To detect adaptive evolution in the bacterial geosmin gene, the rates of synonymous and non-synonymous substitutions were estimated using algorithms in the Datamonkey.org web-server103. The detection possible recombination was performed with Genetic Algorithm for Recombination Detection (GARD)104, a method that identifies recombination, and can be used as a pre-analysis to the inference selection tests performed afterwards.

We used the protein alignment prepared for the geosmin gene distribution analysis in the 3 bacterial phyla which we back translated to DNA, as suggested by the software’s documentation, using EMBOSS Backtranseq V6.6.0 online tool105.
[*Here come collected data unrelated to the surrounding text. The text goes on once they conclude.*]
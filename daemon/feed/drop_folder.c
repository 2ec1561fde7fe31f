/* SPDX-License-Identifier: MIT */
/*
 * What must stay true: every file handed out is an entry in state TAKEN until its receipt is settled, and an entry
 * knows which file (number, size, time of change) it stands for, so that another file under the same name is never
 * moved away unread.
 */
#include "daemon/feed/drop_folder.h"

#include <dirent.h>
#include <errno.h>
#include <fcntl.h>
#include <stdio.h>
#include <stdlib.h>
#include <string.h>
#include <sys/inotify.h>
#include <unistd.h>

#include "daemon/buffer.h"
#include "daemon/clock.h"
#include "daemon/feed/fnv.h"
#include "daemon/feed/safe_file.h"

/* Files waiting to settle at one time; the listing is read no further while there are as many. */
enum { SETTLING_LIMIT = 2 * DROP_FILES_A_SCAN, NAMED_RESERVE = 1024 };

enum entry_state {
    ENTRY_SETTLING,
    ENTRY_TAKEN, /* handed out; its receipt is not settled yet */
    ENTRY_LEFT   /* stays where it is: refused, or not stored */
};

struct entry {
    char *name;
    uint64_t hash;
    enum entry_state state;
    bool was_renamed_in;
    bool has_identity;
    ino_t number;
    off_t size;
    struct timespec changed, status_changed;
    int64_t unchanged_since_ms;
    uint64_t pass; /* the last listing it was seen in */
};

struct drop_folder {
    struct drop_rules rules;
    char *path, *done_path, *bad_path;
    int fd, done_fd, bad_fd, watch_fd;
    DIR *listing;
    bool is_listing; /* within a pass over the listing, which may take several scans */
    uint64_t pass;
    bool is_astray; /* a move failed: done/ or bad/ may be gone */
    struct entry *entries;
    size_t entry_count, entry_capacity;
    /* one scan */
    int64_t machine_now_ms, scan_began_ms;
    size_t next_entry, handed_out;
    bool is_cut_short; /* out of files or time: there may be more */
};

/* --- what is remembered --- */

static struct entry *entry_find(struct drop_folder *folder, const char *name)
{
    uint64_t hash = fnv_add(FNV_START, name, strlen(name));
    for (size_t i = 0; i < folder->entry_count; i++)
        if (folder->entries[i].hash == hash && strcmp(folder->entries[i].name, name) == 0)
            return &folder->entries[i];
    return NULL;
}

static struct entry *entry_add(struct drop_folder *folder, const char *name)
{
    if (buffer_grow((void *)&folder->entries, &folder->entry_capacity, folder->entry_count,
                    sizeof *folder->entries) != FW_OK)
        return NULL;
    char *copy = strdup(name);
    if (copy == NULL)
        return NULL;
    struct entry *entry = &folder->entries[folder->entry_count++];
    *entry = (struct entry){.name = copy,
                            .hash = fnv_add(FNV_START, name, strlen(name)),
                            .state = ENTRY_SETTLING,
                            .unchanged_since_ms = folder->machine_now_ms,
                            .pass = folder->pass};
    return entry;
}

static void entry_remove(struct drop_folder *folder, struct entry *entry)
{
    free(entry->name);
    *entry = folder->entries[--folder->entry_count];
}

static size_t settling_count(const struct drop_folder *folder)
{
    size_t count = 0;
    for (size_t i = 0; i < folder->entry_count; i++)
        count += folder->entries[i].state == ENTRY_SETTLING;
    return count;
}

static bool is_same_moment(const struct timespec *one, const struct timespec *other)
{
    return one->tv_sec == other->tv_sec && one->tv_nsec == other->tv_nsec;
}

static bool is_same_file(const struct entry *entry, const struct stat *about)
{
    return entry->has_identity && entry->number == about->st_ino && entry->size == about->st_size &&
           is_same_moment(&entry->changed, &about->st_mtim);
}

/* Its rights may have been put right meanwhile, which shows in the time of its status; a folder changes with what is
 * in it. */
static bool is_left_as_it_was(const struct entry *entry, const struct stat *about)
{
    if (S_ISDIR(about->st_mode))
        return entry->has_identity && entry->number == about->st_ino;
    return is_same_file(entry, about) && is_same_moment(&entry->status_changed, &about->st_ctim);
}

static void entry_identify(struct entry *entry, const struct stat *about)
{
    entry->has_identity = true;
    entry->number = about->st_ino;
    entry->size = about->st_size;
    entry->changed = about->st_mtim;
    entry->status_changed = about->st_ctim;
}

static bool ends_in(const char *name, const char *ending)
{
    size_t length = strlen(name), ending_length = strlen(ending);
    return length >= ending_length && strcmp(name + length - ending_length, ending) == 0;
}

static bool is_for_us(const struct drop_folder *folder, const char *name)
{
    if (name[0] == '.' || ends_in(name, ".tmp") || ends_in(name, ".part"))
        return false;
    if (folder->rules.apart != NULL && strcmp(name, folder->rules.apart) == 0)
        return false;
    return folder->rules.suffix == NULL || ends_in(name, folder->rules.suffix);
}

static bool is_named_like_a_file(const struct drop_folder *folder, const char *name)
{
    return folder->rules.suffix != NULL || ends_in(name, ".csv");
}

/* --- opening --- */

static char *join_path(const char *folder, const char *name)
{
    char *path;
    return asprintf(&path, "%s/%s", folder, name) < 0 ? NULL : path;
}

static enum fw_status open_one(const char *path, int *fd_out, struct fw_error *error)
{
    enum fw_status status = safe_file_make_path(path, error);
    if (status != FW_OK)
        return status;
    int fd = open(path, O_RDONLY | O_DIRECTORY | O_CLOEXEC);
    if (fd < 0)
        return fw_error_set(error, FW_IO, "%s: cannot be opened: %s", path, strerror(errno));
    *fd_out = fd;
    return FW_OK;
}

static void shut(int *fd)
{
    if (*fd >= 0)
        close(*fd);
    *fd = -1;
}

static void let_go(struct drop_folder *folder)
{
    if (folder->listing != NULL)
        closedir(folder->listing);
    folder->listing = NULL;
    folder->is_listing = false;
    shut(&folder->fd);
    shut(&folder->done_fd);
    shut(&folder->bad_fd);
}

static enum fw_status open_all(struct drop_folder *folder, struct fw_error *error)
{
    enum fw_status status = open_one(folder->path, &folder->fd, error);
    if (status == FW_OK && folder->rules.keeps_done)
        status = open_one(folder->done_path, &folder->done_fd, error);
    if (status == FW_OK)
        status = open_one(folder->bad_path, &folder->bad_fd, error);
    if (status != FW_OK)
        return status;
    int listing_fd = openat(folder->fd, ".", O_RDONLY | O_DIRECTORY | O_CLOEXEC);
    folder->listing = listing_fd >= 0 ? fdopendir(listing_fd) : NULL;
    if (folder->listing == NULL) {
        status = fw_error_set(error, errno == ENOMEM ? FW_NO_MEMORY : FW_IO, "%s: cannot be listed: %s", folder->path,
                              strerror(errno));
        shut(&listing_fd);
        return status;
    }
    /* a hint only: where there is no inotify, or no more watches, the rescans find everything */
    if (folder->watch_fd >= 0)
        inotify_add_watch(folder->watch_fd, folder->path, IN_MOVED_TO | IN_CLOSE_WRITE | IN_MODIFY | IN_ONLYDIR);
    return FW_OK;
}

enum fw_status drop_folder_open(const char *path, const struct drop_rules *rules, struct drop_folder **folder_out,
                                struct fw_error *error)
{
    struct drop_folder *folder = calloc(1, sizeof *folder);
    if (folder == NULL)
        return fw_error_set(error, FW_NO_MEMORY, "%s: out of memory", path);
    *folder = (struct drop_folder){.rules = *rules, .fd = -1, .done_fd = -1, .bad_fd = -1};
    folder->path = strdup(path);
    folder->done_path = join_path(path, "done");
    folder->bad_path = join_path(path, "bad");
    folder->watch_fd = inotify_init1(IN_NONBLOCK | IN_CLOEXEC);
    enum fw_status status;
    if (folder->path == NULL || folder->done_path == NULL || folder->bad_path == NULL)
        status = fw_error_set(error, FW_NO_MEMORY, "%s: out of memory", path);
    else
        status = open_all(folder, error);
    if (status == FW_OK)
        *folder_out = folder;
    else
        drop_folder_close(folder);
    return status;
}

void drop_folder_close(struct drop_folder *folder)
{
    if (folder == NULL)
        return;
    let_go(folder);
    shut(&folder->watch_fd);
    for (size_t i = 0; i < folder->entry_count; i++)
        free(folder->entries[i].name);
    free(folder->entries);
    free(folder->path);
    free(folder->done_path);
    free(folder->bad_path);
    free(folder);
}

int drop_folder_watch_fd(const struct drop_folder *folder)
{
    return folder->watch_fd;
}

int drop_folder_fd(const struct drop_folder *folder)
{
    return folder->fd;
}

/* --- scanning --- */
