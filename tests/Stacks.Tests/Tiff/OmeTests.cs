using System.Text;
using System.Xml.Linq;
using Stacks.Abstractions;
using Stacks.Formats.Tiff;
using Stacks.TestSupport;
using Xunit;

namespace Stacks.Tests.Tiff;
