def _derivative_names(settings: Settings, gain: float) -> Iterable[Named]:
    parallel = settings.form == "parallel"
    typed = settings.derivative_gain_s if parallel else settings.derivative_time_s
    if typed is None:
        return
    unit, gain, amount = settings.derivative_unit, abs(gain), abs(typed)
    if unit == "s" and not parallel:
        yield "seconds already, converted as if from minutes", amount / 60.0
    for one, seconds in SECONDS.items():
        factor = seconds / SECONDS[unit]
        if one != unit:
            yield f"{_UNITS[one]}, typed as {_UNITS[unit]}", amount * factor
        if one == "ms":
            continue
        if parallel:
            yield f"a derivative time in {_UNITS[one]}, typed as a derivative gain", gain * amount * factor
        elif gain > 0.0:
            yield f"a derivative gain in {_UNITS[one]}, typed as a derivative time", amount * factor / gain
    yield from ((f"{word} it", factor * amount) for factor, word in _FACTORS.items())


def _one(
    what: str,
    typed: float | None,
    got: float | None,
    names: Iterable[Named],
    band: float,
    unit: str,
    *,
    rate: bool = False,
) -> list[Named]:
    def shown(value: float) -> str:
        return f"{in_unit(1.0 / value if rate else value, unit):.4g} {unit}"

    if typed is None and got is None:
        return []
    if typed is None or got is None:
        if got is None:
            return [(f"the {what} does not act, typed was {shown(typed or 0.0)}", 0.0)]
        return [(f"a{'n' * (what == 'integral')} {what} of {shown(got)} acts, typed was none", 0.0)]
    if abs(got - typed) <= (0.05 + 2.0 * band) * max(abs(got), abs(typed)):
        return []
    if abs(abs(got) - abs(typed)) <= (0.05 + 2.0 * band) * max(abs(got), abs(typed)):
        return [(f"the {what} acts with the opposite sign", 0.0)]
    return [
        _explained(f"the {what} that acts is {shown(got)}, not {shown(typed)}", abs(got), names, band, abs(got / typed))
    ]
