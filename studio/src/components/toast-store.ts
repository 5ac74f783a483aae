import { useSyncExternalStore } from 'react';

export type Toast = {
  id: number;
  text: string;
  kind: 'plain' | 'stop';
  /** One thing to do about it, such as "Undo". */
  action?: { word: string; take: () => void } | undefined;
};

/** More than these would be a list to read. */
const MOST = 3;

let toasts: readonly Toast[] = [];
let lastId = 0;
const listeners = new Set<() => void>();

function set(next: readonly Toast[]): void {
  toasts = next;
  listeners.forEach((listener) => listener());
}

export function addToast(toast: Omit<Toast, 'id'>): void {
  lastId += 1;
  set([...toasts.filter(({ text }) => text !== toast.text), { ...toast, id: lastId }].slice(-MOST));
}

export function dismissToast(id: number): void {
  set(toasts.filter((toast) => toast.id !== id));
}

function subscribe(listener: () => void): () => void {
  listeners.add(listener);
  return () => listeners.delete(listener);
}

export function useToasts(): readonly Toast[] {
  return useSyncExternalStore(subscribe, () => toasts);
}
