import { Dialog as Radix } from 'radix-ui';
import type { ReactNode } from 'react';

type Props = {
  title: string;
  /** One sentence under the title; leave out where the title says it all. */
  about?: string;
  /** Opens the dialog when pressed; leave out where `open` is steered from outside. */
  trigger?: ReactNode;
  open?: boolean;
  onOpenChange?: (open: boolean) => void;
  children: ReactNode;
};

/** A question or a form over the page; Escape, the veil and "Close" leave it. */
export function Dialog({ title, about, trigger, open, onOpenChange, children }: Props) {
  return (
    <Radix.Root open={open} onOpenChange={onOpenChange}>
      {trigger && <Radix.Trigger asChild>{trigger}</Radix.Trigger>}
      <Radix.Portal>
        <Radix.Overlay className="veil" />
        <Radix.Content className="dialog" {...(about ? {} : { 'aria-describedby': undefined })}>
          <div className="flex items-baseline gap-[16px]">
            <Radix.Title>{title}</Radix.Title>
            <Radix.Close className="lnk ml-auto">Close</Radix.Close>
          </div>
          {about && <Radix.Description className="mt-[4px] text-label text-ink2">{about}</Radix.Description>}
          <div className="mt-[12px]">{children}</div>
        </Radix.Content>
      </Radix.Portal>
    </Radix.Root>
  );
}
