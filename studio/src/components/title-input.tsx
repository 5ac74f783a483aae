type Props = {
  label: string;
  value: string;
  /** Stands there while the field is empty. */
  placeholder: string;
  maxLength: number;
  isWrong?: boolean;
  onText: (text: string) => void;
  onLeave?: () => void;
};

/** A title that is typed where it stands: one line of text, shown on as many as it needs. */
export function TitleInput({ label, value, placeholder, maxLength, isWrong, onText, onLeave }: Props) {
  return (
    <span className="title-input" data-text={value}>
      <textarea
        aria-label={label}
        aria-invalid={isWrong || undefined}
        rows={1}
        value={value}
        placeholder={placeholder}
        maxLength={maxLength}
        autoComplete="off"
        spellCheck={false}
        onChange={(event) => onText(event.target.value.replace(/\s*\n\s*/g, ' '))}
        onKeyDown={(event) => {
          if (event.key !== 'Enter') return;
          event.preventDefault();
          event.currentTarget.blur();
        }}
        onBlur={onLeave}
      />
    </span>
  );
}
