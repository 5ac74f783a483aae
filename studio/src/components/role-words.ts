import type { Role } from '../../../server/src/contract/roles.ts';

/** What a role may do, in one line. */
export const roleWords: Record<Role, string> = {
  viewer: 'reads the workspace, comments and exports',
  analyst: 'as a viewer, and makes and edits studies, uploads logs and runs',
  engineer: 'as an analyst, and edits the library, releases others’ studies and makes links',
  owner: 'as an engineer, and invites, changes roles and settings',
};
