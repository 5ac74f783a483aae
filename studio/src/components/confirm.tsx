import { AlertDialog } from 'radix-ui';
import { useState, type ReactNode } from 'react';
import { problemSentence } from '../lib/api/api-problem.ts';
import { Button } from './button.tsx';
import { Notice } from './notice.tsx';

type Props = {
  title: string;
  /** What happens, and what cannot be undone. */
  about: string;
  /** Opens the question when pressed; leave out where `open` is steered from outside. */
  trigger?: ReactNode;
  open?: boolean;
  onOpenChange?: (open: boolean) => void;
  /** The word of the deed, such as "Remove". */
  confirm: string;
  busy: string;
  /** Word that leaves everything as it is. */
  cancel?: string;
  /** Does it; the question stays, with the reason, if this rejects. */
  onConfirm: () => Promise<unknown>;
  children?: ReactNode;
};

/** Asks before what cannot be undone. */
export function ConfirmDialog(props: Props) {
  const { title, about, trigger, confirm, busy, cancel = 'Cancel', onConfirm, children } = props;
  const [ownOpen, setOwnOpen] = useState(false);
  const [isBusy, setBusy] = useState(false);
  const [problem, setProblem] = useState<string | null>(null);
  const setOpen = (open: boolean) => {
    setProblem(null);
    setOwnOpen(open);
    props.onOpenChange?.(open);
  };
  const take = async () => {
    setBusy(true);
    setProblem(null);
    try {
      await onConfirm();
      setOpen(false);
    } catch (error) {
      setProblem(problemSentence(error));
    } finally {
      setBusy(false);
    }
  };
  return (
    <AlertDialog.Root open={props.open ?? ownOpen} onOpenChange={setOpen}>
      {trigger && <AlertDialog.Trigger asChild>{trigger}</AlertDialog.Trigger>}
      <AlertDialog.Portal>
        <AlertDialog.Overlay className="veil" />
        <AlertDialog.Content className="dialog">
          <AlertDialog.Title>{title}</AlertDialog.Title>
          <AlertDialog.Description className="mt-[4px] text-label text-ink2">{about}</AlertDialog.Description>
          {children && <div className="mt-[12px]">{children}</div>}
          {problem && (
            <div className="mt-[12px]">
              <Notice kind="stop">{problem}</Notice>
            </div>
          )}
          <div className="dialog-actions">
            <AlertDialog.Cancel asChild>
              <Button>{cancel}</Button>
            </AlertDialog.Cancel>
            <Button go busy={isBusy ? busy : undefined} onClick={() => void take()}>
              {confirm}
            </Button>
          </div>
        </AlertDialog.Content>
      </AlertDialog.Portal>
    </AlertDialog.Root>
  );
}
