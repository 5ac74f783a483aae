type Props = { width?: number; height?: number };

/** Rise, plateau, one drop, ledge. */
export function Mark({ width = 30, height = 20 }: Props) {
  return (
    <svg width={width} height={height} viewBox="0 0 30 20" aria-hidden="true">
      <path d="M1 18L7.5 4H18V9.5H29" fill="none" stroke="var(--ink)" strokeWidth="2.4" />
      <path d="M18 9.5H29" stroke="var(--clay)" strokeWidth="2.4" />
    </svg>
  );
}
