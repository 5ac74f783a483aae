import { Link } from 'react-router-dom';
import type { Piece } from '../lib/activity-sentence.ts';

type Props = { pieces: readonly Piece[] };

/** A sentence of the activity log, with links where it leads somewhere. */
export function ActivityWords({ pieces }: Props) {
  return pieces.map((piece, i) =>
    typeof piece === 'string' ? (
      piece
    ) : (
      <Link key={i} to={piece.to}>
        {piece.text}
      </Link>
    ),
  );
}
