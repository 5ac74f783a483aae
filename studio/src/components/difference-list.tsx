import type { Difference, ValueDifference } from '../lib/study-differences.ts';
import type { RowDifference, TableDifference } from '../lib/table-differences.ts';

type Props = {
  differences: readonly Difference[];
  /** What the two sides are called: "Revision 6" and "now". */
  before: string;
  after: string;
  /** Names the table for those who hear it. */
  caption: string;
};

/** Inputs that differ, each with what it was and what it is; of a table the rows that differ. */
export function DifferenceList({ differences, before, after, caption }: Props) {
  return (
    <table className="differences">
      <caption className="unseen">{caption}</caption>
      <thead>
        <tr>
          <th scope="col">Input</th>
          <th scope="col">{before}</th>
          <th scope="col">{after}</th>
        </tr>
      </thead>
      <tbody>
        {differences.map((one) =>
          one.kind === 'value' ? (
            <ValueRow key={one.path} {...one} />
          ) : (
            <TableRows key={`${one.path} ${one.label}`} {...one} />
          ),
        )}
      </tbody>
    </table>
  );
}

function ValueRow({ section, label, unit, before, after }: ValueDifference) {
  return <Row section={section} label={label} before={withUnit(before, unit)} after={withUnit(after, unit)} />;
}

function TableRows({ section, label, columns, rows }: TableDifference) {
  const text = (row: RowDifference, side: 'before' | 'after') =>
    row[side] === null
      ? null
      : row.cells.flatMap((cell, j) => cellText(columns, j, cell[side], cell.differs, j === 0)).join(', ');
  return rows.map((row) => (
    <Row
      key={`${row.before} ${row.after}`}
      section={section}
      label={`${label}, row ${row.after ?? row.before}`}
      before={text(row, 'before')}
      after={text(row, 'after')}
    />
  ));
}

/** Cells of a wide table carry their heads; those of a narrow one are told apart by their units. */
function cellText(
  columns: TableDifference['columns'],
  j: number,
  text: string | null,
  differs: boolean,
  isFirst: boolean,
): string[] {
  const isWide = columns.length > 3;
  if (text === null || (isWide && !differs && !isFirst)) return [];
  const { label, unit, empty } = columns[j]!;
  const value = text === empty ? text : withUnit(text, unit)!;
  return [isWide && !isFirst ? `${label}: ${value}` : value];
}

type RowProps = { section: string; label: string; before: string | null; after: string | null };

function Row({ section, label, before, after }: RowProps) {
  return (
    <tr>
      <th scope="row">
        {label}
        {section && <span className="section">{section}</span>}
      </th>
      <td>{before ?? <span className="none">none</span>}</td>
      <td>{after ?? <span className="none">none</span>}</td>
    </tr>
  );
}

function withUnit(text: string | null, unit: string): string | null {
  return text === null || unit === '' ? text : `${text} ${unit}`;
}
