import type { StudyIssue } from '@voltiplano/engine';

/** Why a file is refused: each field at fault with its rule and value. */
export function IssueTable({ issues }: { issues: readonly StudyIssue[] }) {
  return (
    <table className="issues">
      <thead>
        <tr>
          <th scope="col">Where</th>
          <th scope="col">What</th>
          <th scope="col">Value</th>
        </tr>
      </thead>
      <tbody>
        {issues.map(({ path, rule, value, message }) => (
          <tr key={`${path} ${rule} ${message}`}>
            <td className="num">{path || 'file'}</td>
            <td>
              {message}
              <span className="rule">{rule}</span>
            </td>
            <td className="num">{value ?? ''}</td>
          </tr>
        ))}
      </tbody>
    </table>
  );
}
Natural selection scanning

To detect the possibility of adaptive (positive) or purifying (negative) selection selection in the geosmin gene in Bacteria, we used Datamonkey web-server103 algorithms SLAC (Single-Likelihood Ancestor Counting) and FUBAR (Fast Unconstrained Bayesian AppRoximation). Finally, MEME (Mixed Effects Model of Evolution) performed a test for the identification of individual sites also subject to positive or purifying selection. The global ratio of non-synonymous nucleotide substitutions (dN) to synonymous nucleotide substitutions (dS) was employed as an indicator of positive or negative selection pressure. Diversifying or positive selection dominates when the value of dN/dS is >1, dN/dS >1 implies purifying or negative selection while dN/dS = 1 is suggestive of neutral selection pressure.

Chemical analysis of geosmin production

The Cyanobacteria culture was tested for geosmin production using SPME GC-MS at iBET - Instituto de Biologia Experimental e Tecnológica by the Food and Health Division Laboratory (Oeiras, Portugal). Solid phase microextraction (SPME) was used for the extraction of volatile compounds from Cyanobacteria cultures. Briefly, 2.5 mL of sample (mix of fresh algae culture, 8 mL of ddH2O and 3 g of NaCl) were measured to a 10 mL headspace vial (La-Pha-Pack®) and were capped with a white PTFE silicone septum (Specanalitica). The SPME operating conditions were: extraction temperature 40 °C for 40 min, rotating speed 250 rpm, agitator during 10 s, desorption time 5 min at 260 °C. Analysis were carried out in a GCMS-QP2010 Plus (Shimadzu®) equipped with an AOC-5000 autosampler (Shimadzu®). A divinylbenzene/Carboxen/polydimethylsiloxane (DVB/Car/PDMS) fiber (SUPELCO Analytical, Bellefonte, PA, USA) was used for headspace SPME sampling. For the analysis a capillary column ZB-5MSi (Zebron, phenomenex®) capillary column 30 m, 0.25 mm (IS), 0.25 µm (film thickness) was used. The working conditions were: injector temperature: 260 °C, injection mode: splitless, detector temperature: 250 °C. High-purity helium (≥99.999%) was used as the carrier gas, column oven temperature was kept at 50 °C for 3 min, increased to 180 °C at a rate of 8 °C min−1 and maintained for 8 min, then was increased to 230 °C at 25 °C min−1 and maintained for 1 min.; carrier gas (He) 2.00 mL.min−1, interface and ion source temperature in MS were at 250 °C. Mass spectra were acquired in Electron Ionization (EI) mode at 70 eV. in a m/z range between 29–299 with a scan speed of 555 scans s−1. Geosmin in samples was detected in Single Ion Monitoring (SIM) mode using characteristic ions m/z 111, 112, 125 and 126. The geosmin solution (100 µg μL−1 in methanol; Sigma - Aldrich®) was used as standards for GC-MS analysis. Dilution series from 100 µg ml−1 to 5 ng ml−1 were prepared for the geosmin standard to test the response and sensitivity of the GC-MS method. Geosmin was identified using the mass spectra libraries, NIST 21, 27, 107, 147 and Wiley 229.